• **Directions**
Repeat exactly the lines below that lie between the line with "self.told: list[Message] = []" and the line with "def shown(app: SafeApp[Any])", counting both of those lines as part of the answer.

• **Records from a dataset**

○ ○ ○ ○

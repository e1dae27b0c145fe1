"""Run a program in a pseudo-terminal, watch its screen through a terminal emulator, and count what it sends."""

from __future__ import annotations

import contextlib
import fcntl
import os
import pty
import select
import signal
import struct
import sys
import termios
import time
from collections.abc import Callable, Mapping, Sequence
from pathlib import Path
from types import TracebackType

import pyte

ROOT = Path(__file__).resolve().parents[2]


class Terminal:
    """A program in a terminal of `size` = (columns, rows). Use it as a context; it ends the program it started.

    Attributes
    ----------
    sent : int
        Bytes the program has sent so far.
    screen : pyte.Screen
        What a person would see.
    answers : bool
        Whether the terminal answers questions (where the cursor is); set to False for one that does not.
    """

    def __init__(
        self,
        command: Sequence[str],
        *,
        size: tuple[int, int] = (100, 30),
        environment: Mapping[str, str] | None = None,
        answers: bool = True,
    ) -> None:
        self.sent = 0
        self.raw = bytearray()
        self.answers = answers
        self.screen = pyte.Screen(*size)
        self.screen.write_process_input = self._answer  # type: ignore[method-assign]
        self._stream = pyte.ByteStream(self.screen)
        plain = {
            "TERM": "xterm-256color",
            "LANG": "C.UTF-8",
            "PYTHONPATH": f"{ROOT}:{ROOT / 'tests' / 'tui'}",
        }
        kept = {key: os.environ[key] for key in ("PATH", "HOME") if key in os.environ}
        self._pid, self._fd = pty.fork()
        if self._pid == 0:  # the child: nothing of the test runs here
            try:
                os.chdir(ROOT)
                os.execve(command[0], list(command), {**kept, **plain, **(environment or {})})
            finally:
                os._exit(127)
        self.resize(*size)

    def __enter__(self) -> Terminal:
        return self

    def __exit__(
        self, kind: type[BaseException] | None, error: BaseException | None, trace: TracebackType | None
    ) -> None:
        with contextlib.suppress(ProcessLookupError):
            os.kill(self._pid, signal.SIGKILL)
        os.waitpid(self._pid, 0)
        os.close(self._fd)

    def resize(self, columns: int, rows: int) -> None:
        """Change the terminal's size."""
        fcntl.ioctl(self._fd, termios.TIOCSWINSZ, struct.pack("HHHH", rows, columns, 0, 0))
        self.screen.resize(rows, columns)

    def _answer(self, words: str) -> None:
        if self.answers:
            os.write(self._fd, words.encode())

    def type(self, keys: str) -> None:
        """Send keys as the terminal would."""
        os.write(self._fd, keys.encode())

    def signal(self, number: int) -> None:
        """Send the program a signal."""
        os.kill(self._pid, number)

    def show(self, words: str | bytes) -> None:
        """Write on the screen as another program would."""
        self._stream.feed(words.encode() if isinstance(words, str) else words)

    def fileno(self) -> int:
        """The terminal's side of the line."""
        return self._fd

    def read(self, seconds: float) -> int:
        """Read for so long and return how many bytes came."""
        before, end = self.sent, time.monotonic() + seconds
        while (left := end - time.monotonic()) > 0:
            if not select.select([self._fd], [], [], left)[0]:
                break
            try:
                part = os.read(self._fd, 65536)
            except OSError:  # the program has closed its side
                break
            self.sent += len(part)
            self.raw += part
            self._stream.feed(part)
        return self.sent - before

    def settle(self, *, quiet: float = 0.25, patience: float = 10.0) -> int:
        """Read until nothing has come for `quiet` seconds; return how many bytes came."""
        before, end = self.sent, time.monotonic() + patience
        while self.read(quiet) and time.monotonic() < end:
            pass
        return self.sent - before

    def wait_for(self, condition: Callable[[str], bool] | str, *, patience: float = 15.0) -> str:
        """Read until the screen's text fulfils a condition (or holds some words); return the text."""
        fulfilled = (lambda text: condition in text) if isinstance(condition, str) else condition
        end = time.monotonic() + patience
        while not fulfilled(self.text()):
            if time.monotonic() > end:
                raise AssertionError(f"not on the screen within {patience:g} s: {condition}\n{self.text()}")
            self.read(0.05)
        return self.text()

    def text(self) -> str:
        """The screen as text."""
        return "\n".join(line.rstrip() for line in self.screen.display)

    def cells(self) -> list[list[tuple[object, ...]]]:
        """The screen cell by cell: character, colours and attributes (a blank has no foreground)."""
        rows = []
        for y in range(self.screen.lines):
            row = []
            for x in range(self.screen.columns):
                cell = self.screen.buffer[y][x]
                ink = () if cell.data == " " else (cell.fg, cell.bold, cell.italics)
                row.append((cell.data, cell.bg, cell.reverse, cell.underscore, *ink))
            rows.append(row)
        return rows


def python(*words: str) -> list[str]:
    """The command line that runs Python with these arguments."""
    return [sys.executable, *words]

○ ○ ○ ○

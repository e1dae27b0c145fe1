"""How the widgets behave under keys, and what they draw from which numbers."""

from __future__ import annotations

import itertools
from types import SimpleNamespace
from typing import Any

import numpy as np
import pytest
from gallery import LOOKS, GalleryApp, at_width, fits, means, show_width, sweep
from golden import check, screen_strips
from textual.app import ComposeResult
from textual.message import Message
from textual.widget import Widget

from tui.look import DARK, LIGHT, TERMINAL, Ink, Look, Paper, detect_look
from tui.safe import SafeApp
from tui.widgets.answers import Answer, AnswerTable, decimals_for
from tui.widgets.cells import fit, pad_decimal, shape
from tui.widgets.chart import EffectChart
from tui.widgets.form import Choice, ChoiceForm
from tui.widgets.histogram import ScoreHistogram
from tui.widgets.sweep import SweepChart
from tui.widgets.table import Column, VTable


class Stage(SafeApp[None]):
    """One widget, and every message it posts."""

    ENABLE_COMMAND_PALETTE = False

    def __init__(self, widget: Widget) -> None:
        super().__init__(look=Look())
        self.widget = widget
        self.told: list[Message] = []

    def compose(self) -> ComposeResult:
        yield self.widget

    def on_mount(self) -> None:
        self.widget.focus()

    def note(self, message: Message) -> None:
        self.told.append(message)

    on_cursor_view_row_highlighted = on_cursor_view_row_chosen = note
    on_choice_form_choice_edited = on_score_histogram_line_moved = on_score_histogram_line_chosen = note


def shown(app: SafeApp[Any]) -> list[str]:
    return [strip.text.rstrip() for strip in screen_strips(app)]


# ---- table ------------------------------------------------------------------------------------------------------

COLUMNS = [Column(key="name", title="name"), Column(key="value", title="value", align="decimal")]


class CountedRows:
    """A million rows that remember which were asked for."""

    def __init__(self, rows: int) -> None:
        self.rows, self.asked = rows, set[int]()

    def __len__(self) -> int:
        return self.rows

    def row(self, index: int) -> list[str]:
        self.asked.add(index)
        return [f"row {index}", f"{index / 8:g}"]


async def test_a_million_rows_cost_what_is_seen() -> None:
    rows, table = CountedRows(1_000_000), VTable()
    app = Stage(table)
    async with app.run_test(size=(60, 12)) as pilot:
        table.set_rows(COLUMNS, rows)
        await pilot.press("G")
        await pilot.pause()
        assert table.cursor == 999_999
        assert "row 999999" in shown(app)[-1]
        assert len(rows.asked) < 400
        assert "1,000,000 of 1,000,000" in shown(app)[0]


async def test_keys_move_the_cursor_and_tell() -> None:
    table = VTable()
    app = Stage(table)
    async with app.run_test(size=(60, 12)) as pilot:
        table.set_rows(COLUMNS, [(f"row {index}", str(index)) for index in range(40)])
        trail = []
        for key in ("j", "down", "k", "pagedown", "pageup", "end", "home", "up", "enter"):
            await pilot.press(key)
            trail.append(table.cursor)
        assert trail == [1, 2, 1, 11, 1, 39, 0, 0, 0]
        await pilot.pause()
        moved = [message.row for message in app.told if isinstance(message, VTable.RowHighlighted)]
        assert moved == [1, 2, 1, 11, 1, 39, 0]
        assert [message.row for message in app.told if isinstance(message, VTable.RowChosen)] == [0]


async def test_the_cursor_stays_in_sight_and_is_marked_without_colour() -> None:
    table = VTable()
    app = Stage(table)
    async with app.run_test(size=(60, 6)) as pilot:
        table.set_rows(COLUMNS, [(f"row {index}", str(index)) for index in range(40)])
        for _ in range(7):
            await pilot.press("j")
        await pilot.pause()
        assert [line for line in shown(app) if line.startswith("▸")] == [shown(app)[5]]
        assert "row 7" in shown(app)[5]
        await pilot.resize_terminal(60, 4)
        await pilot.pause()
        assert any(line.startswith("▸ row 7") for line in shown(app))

○ ○ ○ ○

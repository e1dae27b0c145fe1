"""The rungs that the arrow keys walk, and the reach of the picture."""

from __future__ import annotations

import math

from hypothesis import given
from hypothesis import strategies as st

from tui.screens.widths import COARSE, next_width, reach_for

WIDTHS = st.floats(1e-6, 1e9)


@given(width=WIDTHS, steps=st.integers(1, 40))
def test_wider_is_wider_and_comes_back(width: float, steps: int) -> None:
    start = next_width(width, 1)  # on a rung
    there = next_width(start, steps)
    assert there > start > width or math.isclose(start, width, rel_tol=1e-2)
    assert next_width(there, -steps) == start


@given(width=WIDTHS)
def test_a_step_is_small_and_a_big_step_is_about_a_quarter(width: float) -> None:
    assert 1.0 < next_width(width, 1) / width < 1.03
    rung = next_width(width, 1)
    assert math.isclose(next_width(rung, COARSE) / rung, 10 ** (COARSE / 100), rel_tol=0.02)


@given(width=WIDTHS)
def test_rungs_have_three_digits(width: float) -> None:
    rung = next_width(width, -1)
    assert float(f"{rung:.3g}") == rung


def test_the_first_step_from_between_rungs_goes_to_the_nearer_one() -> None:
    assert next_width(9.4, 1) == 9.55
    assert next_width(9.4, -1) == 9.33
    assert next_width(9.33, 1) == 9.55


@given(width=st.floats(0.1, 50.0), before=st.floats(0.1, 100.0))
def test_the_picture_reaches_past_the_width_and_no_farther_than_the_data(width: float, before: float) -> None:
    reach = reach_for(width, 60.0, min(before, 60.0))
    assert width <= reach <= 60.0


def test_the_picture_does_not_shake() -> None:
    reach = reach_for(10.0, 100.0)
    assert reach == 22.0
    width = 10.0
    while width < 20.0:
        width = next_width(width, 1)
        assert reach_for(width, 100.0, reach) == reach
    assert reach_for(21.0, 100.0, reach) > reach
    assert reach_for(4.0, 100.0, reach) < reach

○ ○ ○ ○

• **Answer to this exercise**
        self.told: list[Message] = []

    def compose(self) -> ComposeResult:
        yield self.widget

    def on_mount(self) -> None:
        self.widget.focus()

    def note(self, message: Message) -> None:
        self.told.append(message)

    on_cursor_view_row_highlighted = on_cursor_view_row_chosen = note
    on_choice_form_choice_edited = on_score_histogram_line_moved = on_score_histogram_line_chosen = note


def shown(app: SafeApp[Any]) -> list[str]:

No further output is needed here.